For our final speaker, a perspective from an actual academic: Simon Coles of the University of Southampton and National Crystallography Service on “DIY DOI: a researcher’s perspective on registering and citing data”.

Simon explained from the outset that he wanted to present a challenging and combative perspective, illustrating how many academics feel about the movement towards ‘open data’, and explaining how these issues relate to the actual motivations of academics. Academics, he said, are just about beginning to feel ‘herded’ to open access to ‘their’ data – and most are reacting reluctantly and experiencing it as ‘another stick to be beaten with’. To explain this reaction, Simon pointed out what traditionally motivates academics: promoting oneself, climbing the ladder in terms of research recognition and recognition in the field, beating the competition and coming out on top of one’s peers.

Simon noted that journal articles are actually a fairly small proportion of his productivity – he estimates that about 5% of the work he does goes into journal articles. Much of the rest of academic work is often effectively lost to posterity – posters, theses, talks, lectures, reports, etc. Most career academics have huge racks of material in their office, and they are very interested in self-publishing their legacy material before retirement in order to pass on their accumulated knowledge to the next generation. Certainly thought-provoking observations, raising the question of whether a focus on the archival and dissemination of publication-related data may be rather missing the point. Indeed, Simon asserted that there is a general feeling that the vast (and exponentially growing) quantity of unstructured supporting electronic data should not be part of the peer review and publication process.

Neil then showed us the reality of publication data in his field of Chemistry, demonstrating a description of information gained from chemical experiments using simple Dublin Core as a base but augmented with chemical information via Qualified Dublin Core. Of course, this practical demonstration of the existing discipline-specific approaches of the Chemistry community to managing and sharing data illustrated again that existing discipline-specific realities determine what makes sense in terms of research metadata.

Despite the initial challenging perspective, Neil’s talk became more positive as he demonstrated current practice, saying that chemists are slowly coming round to embedding DOIs into publications, pointing at datasets in institutional repositories. He and others are now starting to aggregate and combine repositories of chemical data, and using mash-ups to combine content. Neil finished by showing off the Labtrove system to enable the archiving and sharing of ‘lab notebook’ experimental metadata. Labtrove is now being introduced into Southampton’s ePrints repository, and they are now able to cite their lab notebooks.

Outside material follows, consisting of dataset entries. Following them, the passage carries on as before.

"""A motion done again gets better, within bounds, and what was learnt holds for one model, load and plan alone."""

from __future__ import annotations

from pathlib import Path

import attrs
import numpy as np
import pytest

from ballbal_ros.errors import BallbalError
from ballbal_ros.motion.learned_file import read_learned, write_learned
from ballbal_ros.motion.plan_mark import PlanMark, plan_mark
from ballbal_ros.motion.repetition import Learned, Record, lacking_in_run, learn
from ballbal_ros.robot.attitude import rotation_lean
from ballbal_ros.robot.loads import Load
from ballbal_ros.robot.whole_body import WholeBody
from ballbal_ros.simulation.rehearsal import plan_story, request_of
from ballbal_ros.simulation.repeating import Repetitions
from ballbal_ros.simulation.run_result import median
from ballbal_ros.simulation.timeline import Timeline
from ballbal_ros.simulation.truth import parse_truth
from helpers.rehearsing import changed, files, rehearsed, story

X = PlanMark("x", "abc")
HEAVIER = ("left_hand.load=2.2", "right_hand.load=2.2")


def timeline(differs: bool = False) -> Timeline:
    return Timeline.of(story("reach"), files().compensation, None, differs)


def still_record(plan) -> Record:
    none = np.zeros((int(plan.duration / 0.002) + 1, 2))
    return Record(0.002, none, none, none)


def test_a_run_on_its_plan_lacks_nothing():
    """A run that is where its plan is shows no moment: the planner's own rows are met (to 0.01 N m)."""
    plan, request = plan_story(files(), story("reach"), timeline()), request_of(files(), story("reach"), timeline())
    body = WholeBody(files().description, story("reach").start_loads)
    moment, torque = lacking_in_run(body, request, plan, still_record(plan))
    assert np.abs(moment).max() < 0.01 and np.abs(torque).max() < 0.01


def test_a_load_too_heavy_shows_as_the_moment_that_it_makes():
    """A run on the plan that is right for 0.4 kg more shows, to who doesn't know of them, g x more at its end."""
    request = request_of(files(), story("reach"), timeline())
    heavier = [Load(load.hand, 1.1 * load.mass, load.center) for load in story("reach").start_loads]
    plan = plan_story(files(), story("reach"), timeline(), heavier)
    body = WholeBody(files().description, story("reach").start_loads)
    learned = learn(None, X, lacking_in_run(body, request, plan, still_record(plan)), request, files().compensation)
    arms = request.arms.sample(np.array([0.0, 10.0]))[0]
    ahead = []
    for arm, lean in zip(arms, plan.lean[[0, -1]]):
        place, turn = body.hand_placement("left_hand", arm)
        ahead.append((rotation_lean(lean) @ (place + turn @ heavier[0].center))[0])
    assert learned.moment[-1, 1] == pytest.approx(0.4 * 9.80665 * (ahead[1] - ahead[0]), rel=0.01)
    assert np.all(learned.moment[: int(0.4 * request.lead_in / learned.step)] == 0.0)


def test_what_is_learnt_is_bounded_and_a_mean_over_the_runs():
    """A wild run teaches no more than ``repetition.moment``, and a second one counts half."""
    request, parameters = request_of(files(), story("reach"), timeline()), files().compensation
    wild = np.zeros((400, 2))
    wild[200:] = 1e3
    first = learn(None, X, (wild, wild), request, parameters)
    assert np.abs(first.moment).max() == parameters.repetition.moment == np.abs(first.torque).max()
    second = learn(first, X, (0.0 * wild, 0.0 * wild), request, parameters)
    assert second.runs == 2 and np.allclose(second.moment, 0.5 * first.moment, atol=1e-3)
    assert learn(first, PlanMark("x", "y"), (wild, wild), request, parameters).runs == 1


def test_another_load_plan_or_model_makes_another_mark():
    """The mark changes with a gram in a hand, the plan's grid, and the robot's parameters; else it is the same."""
    request, given = request_of(files(), story("reach"), timeline()), files().compensation
    loads = story("reach").start_loads
    mark = plan_mark(files().description, loads, request, given)
    assert mark == plan_mark(files().description, loads, request, given)
    heavier = [attrs.evolve(loads[0], mass=2.001), loads[1]]
    assert plan_mark(files().description, heavier, request, given) != mark
    finer = changed(compensation={"planner.step": 0.005}).compensation
    assert plan_mark(files().description, loads, request, finer) != mark
    other = attrs.evolve(files().description, urdf_text=files().description.urdf_text + " ")
    assert plan_mark(other, loads, request, given) != mark


def test_what_was_learnt_is_read_back_and_anything_else_is_refused(tmp_path: Path):
    """The file gives back what was written; a file that holds something else is refused in one line that names it."""
    values = np.round(np.random.default_rng(0).standard_normal((50, 2)), 4)
    path = tmp_path / "reach.learned.yaml"
    write_learned(path, Learned(X, 3, 0.01, values, 2.0 * values))
    back = read_learned(path)
    assert (back.mark, back.runs, back.step) == (X, 3, 0.01)
    assert np.array_equal(back.moment, values) and np.array_equal(back.torque, 2.0 * values)
    for text in ("name: x", path.read_text(encoding="utf-8").replace("[", "[.nan, ", 1), "fits: [", "- 1"):
        path.write_text(text, encoding="utf-8")
        with pytest.raises(BallbalError, match="reach.learned.yaml"):
            read_learned(path)


def test_the_second_time_the_ball_hardly_moves():
    """``reach`` with 10 % more in the hands than said, not weighed: 10 mm at most the first time, 4 mm the second."""
    truth = parse_truth(HEAVIER, files().description)
    repetitions = Repetitions(files(), story("reach"), timeline(True), truth)
    first, second = (repetitions.run(seed)[0] for seed in range(2))
    assert not first.fell and first.ball_travel_peak_mm <= 10.0 and first.ball_travel_end_mm <= 1.0
    assert not second.fell and second.ball_travel_peak_mm <= 4.0


@pytest.mark.prove
def test_the_fifth_time_is_near_the_noise_floor():
    """The same over 20 series of five runs: the worst of the first and of the second repetition, and the median of the
    fifth within twice the noise floor.
    """
    truth = parse_truth(HEAVIER, files().description)
    peaks: list[list[float]] = []
    still = []
    for series in range(20):
        repetitions = Repetitions(files(), story("reach"), timeline(True), truth)
        runs = [repetitions.run(5 * series + k)[0] for k in range(5)]
        assert not any(run.fell for run in runs) and runs[0].ball_travel_end_mm <= 1.0
        peaks.append([run.ball_travel_peak_mm for run in runs])
        still.append(rehearsed(story("reach"), "still", (series,))[0].ball_travel_peak_mm)
    assert max(run[0] for run in peaks) <= 10.0 and max(run[1] for run in peaks) <= 4.0
    assert median([run[4] for run in peaks]) <= 2.0 * median(still)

Finally, in a good summary of several themes from the day, Neil noted that the policy for the obtaining of DOIs requires an institutional plan, discipline-level decision-making, and a sign off process.

 Take-Home Themes

All the themes above were, of course, developed further in discussions during and after lunch, and in a final session we split into groups to think about some specific problems around data versioning and citation. There’s no substitute for attendance at a DataCite workshop, but hopefully the following summary of key themes from the day will be useful both for those who attended and those who couldn’t:

  • Research datasets and publications are generally, in reality, fluid and evolving – they are increasingly being seen as versioned objects, in various contexts.
  • Diversity of material and standards means that librarians have to work closely with academics in order to define appropriate practices and appropriate metadata, as well as to enable appropriate curation of datasets.
  • Discipline-specific standards and extensions to Dublin Core are essential to making datasets re-usable.
  • Institutional policies and discipline-based sign-off are key to managing the assignment of DOIs. There’s no point assigning DOIs to ‘digital garbage’.
  • Question: Should any change to a dataset or to its metadata require a new DOI?